Likewise, cloud-based ecommerce platforms are often administered with only single-factor authentication at the edge, meaning that compromised credentials — often stemming from an unrelated compromise — allow threat actors access to data without providing a second identification factor.
“Single-factor authentication credentials present the same risk profile in the cloud as on-premises,” she said.
Proper access control, authentication
Generally, organizations should think of edge computing platforms as similar to the public cloud portion of their IT operations, said Edgio’s Yew. “Edge computing environments are still subject to many of the same threat vectors that must be managed in cloud computing.”
Organizations should use the latest TLS protocol and ciphers, he said.
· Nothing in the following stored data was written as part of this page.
/// Target of the analytic error bound, relative to sqrt(H1_jj H1_kk): about 100 times the
/// double-precision rounding unit (1.1e-16), the level at which the exact sums over ~10^3 TOAs
/// are themselves rounded (a rounding error growing like sqrt(n) eps; common practice, not a
/// proven bound).
pub const TOLERANCE: f64 = 1e-14;
/// What the check at setup accepts for the interpolated H, in the same units: 100 x
/// [`TOLERANCE`], room for the rounding of the (n + 1)-term coefficient sums and of the
/// exact reference sums (each ~ n eps with n <= 64 terms: ~1e-14).
pub const CHECK_TOLERANCE: f64 = 1e-12;
/// What the check accepts for dH/dtau: the interpolant's derivative loses up to a factor
/// n^2 against its values (Markov's inequality for polynomials on [-1, 1]: |p'| <= n^2 max |p|;
/// Rivlin 1990, Chebyshev Polynomials, 2nd ed., ch. 2; recalled from memory, the section not
/// checked), about 10^3 at
/// the n ~ 30 used here, times 2 / l for the piece's width.
pub const CHECK_TOLERANCE_DERIVATIVE: f64 = 1e-9;
/// Widest piece in tau (natural log units). Narrower pieces need fewer nodes each (the
/// per-evaluation cost) and more pieces (the setup cost); at width 1.5 the bound asks for
/// 17 nodes at [`TOLERANCE`] (24 at width 3).
pub const MAX_PIECE_WIDTH: f64 = 1.5;
/// Most nodes per piece; when the bound asks for more, this many are used and the check decides.
pub const MAX_NODES: usize = 64;

/// Settings of the interpolation (the defaults are the constants above; tests change them).
#[derive(Clone, Copy, Debug, PartialEq)]
pub struct GramSettings {
    pub tolerance: f64,
    pub check_tolerance: f64,
    pub check_tolerance_derivative: f64,
    pub max_piece_width: f64,
    pub max_nodes: usize,
}

impl Default for GramSettings {
    fn default() -> Self {
        GramSettings {
            tolerance: TOLERANCE,
            check_tolerance: CHECK_TOLERANCE,
            check_tolerance_derivative: CHECK_TOLERANCE_DERIVATIVE,
            max_piece_width: MAX_PIECE_WIDTH,
            max_nodes: MAX_NODES,
        }
    }
}

/// Entries of the packed upper triangle of a c x c matrix (stored row by row).
fn packed_len(c: usize) -> usize {
    c * (c + 1) / 2
}

fn pack_upper(m: &Array2<f64>, out: &mut [f64]) {
    let c = m.nrows();
    let mut p = 0;
    for j in 0..c {
        for k in j..c {
            out[p] = m[[j, k]];
            p += 1;
        }
    }
}

/// Position of row j's diagonal entry in the packed upper triangle of a dim x dim matrix.
fn row_start(j: usize, dim: usize) -> usize {
    j * dim - j * j.saturating_sub(1) / 2
}

/// Entry (j, k) of a packed upper triangle of a dim x dim symmetric matrix.
pub fn packed_entry(packed: &[f64], dim: usize, j: usize, k: usize) -> f64 {
    let (j, k) = if j <= k { (j, k) } else { (k, j) };
    packed[row_start(j, dim) + k - j]
}

/// Add alpha times the leading c x c block (c = `m`'s size) of a packed dim x dim upper
/// triangle into the upper triangle of `m`.
pub fn add_packed(alpha: f64, packed: &[f64], dim: usize, m: &mut Array2<f64>) {
    let c = m.nrows();
    for j in 0..c {
        let src = &packed[row_start(j, dim)..row_start(j, dim) + c - j];
        let mut row = m.row_mut(j);
        let row = row.as_slice_mut().expect("standard layout");
        for (v, x) in row[j..].iter_mut().zip(src) {
            *v += alpha * x;
        }
    }
}
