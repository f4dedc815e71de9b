//! The reduced-space Woodbury transform: from a pulsar's bare weighted reduction (its own
//! noise only) to the reduction with a common auto-power D_c Phi on the analysis frequencies,
//! without refactoring anything (Woodbury 1950; Hager 1989). With
//! P_a = P_a,0 + F Phi^(1/2) D_c Phi^(1/2) F^T,
//!
//!   x~_a = R_a x~_a,0,   Z~_a = R_a Z~_a,0,   R_a = (I + Z~_a,0 D_c)^-1.
//!
//! Used by injection campaigns and by the simulated and analytic nulls (docs/injection.md,
//! docs/null.md).

use crate::error::{Error, Result};
use ndarray::Array2;
use ndarray_linalg::Inverse;

/// R = (I + Z~_0 D_c)^-1 and Z~ = R Z~_0 of one pulsar (dim x dim; `dc` has length dim).
/// `label` names the pulsar in the error.
pub fn woodbury_transform(
    z0: &Array2<f64>,
    dc: &[f64],
    label: &str,
) -> Result<(Array2<f64>, Array2<f64>)> {
    let m = dc.len();
    let mut k = z0.clone();
    for (mut col, &d) in k.columns_mut().into_iter().zip(dc) {
        col *= d;
    }
    k += &Array2::<f64>::eye(m);
    let r = k.inv().map_err(|_| Error::NotPositiveDefinite {
        what: format!("I + Z~ D_c of pulsar {label} (the Woodbury transform)"),
        pivot: 0,
    })?;
    let z = symmetrise(r.dot(z0));
    Ok((r, z))
}

fn symmetrise(z: Array2<f64>) -> Array2<f64> {
    let zt = z.t().to_owned();
    (z + zt) * 0.5
}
Care must also be taken to ensure that users are not overprovisioned, and that access control is carefully monitored.
Furthermore, edge environments must remain configured properly and secured using the latest authentication and encryption technologies to lower the risk of a data breach.
“The edge expands the perimeter beyond the cloud and closer to end users, but the framework still applies,” said Yew.
Zero trust critical
As with any comprehensive security infrastructure, Lovejoy pointed out, organizations will have to maintain a strong inventory of edge compute assets and have the ability to understand traffic flows between the edge compute system and the central systems it interacts with.
In this, zero trust is critical.
“Zero trust is typically not about implementing more or new security systems, but more to interconnect your existing security tools in a way that they work together,” said Lovejoy. “This will require organizations to change operating models from a siloed to more of a collaborative operation.”
Yew agreed: Do not assume users are trusted, he advised. Apply high levels of network security to segment users and devices. Use firewalls between devices and networks so that would-be attackers or malicious insiders cannot access privileged data or settings or move laterally within an environment.
Because edge computing systems are decentralized and distributed, it’s important to have tools with strong centralized control to reduce blind spots and ensure consistent policies are applied across all edge devices, he said. Strong analytic and streaming capabilities are also essential to detect and respond quickly to security events.
Secure coding practices should also be applied when developing edge applications, he said. Organizations should perform code reviews, automated testing and vulnerability scans. API endpoints must be protected via authentication and a positive security model, as well as against DDoS and malicious bots, he advised.
But not all bad news
Still, while edge computing may introduce some new security challenges, there are also several benefits from a security perspective, said Yew.
For example, a large DDoS attack that might otherwise take down an application hosted in an on-premises or regional cloud datacenter can more easily be routed away and scrubbed by an edge provider with scale.
“The ephemeral nature of serverless and function-as-a-service makes it nearly impossible for attackers to guess the right machine to attack, or the temporary data store to target,” he said. “Additionally, security can be enhanced when edge devices are part of a large global network with massive network and compute scale.”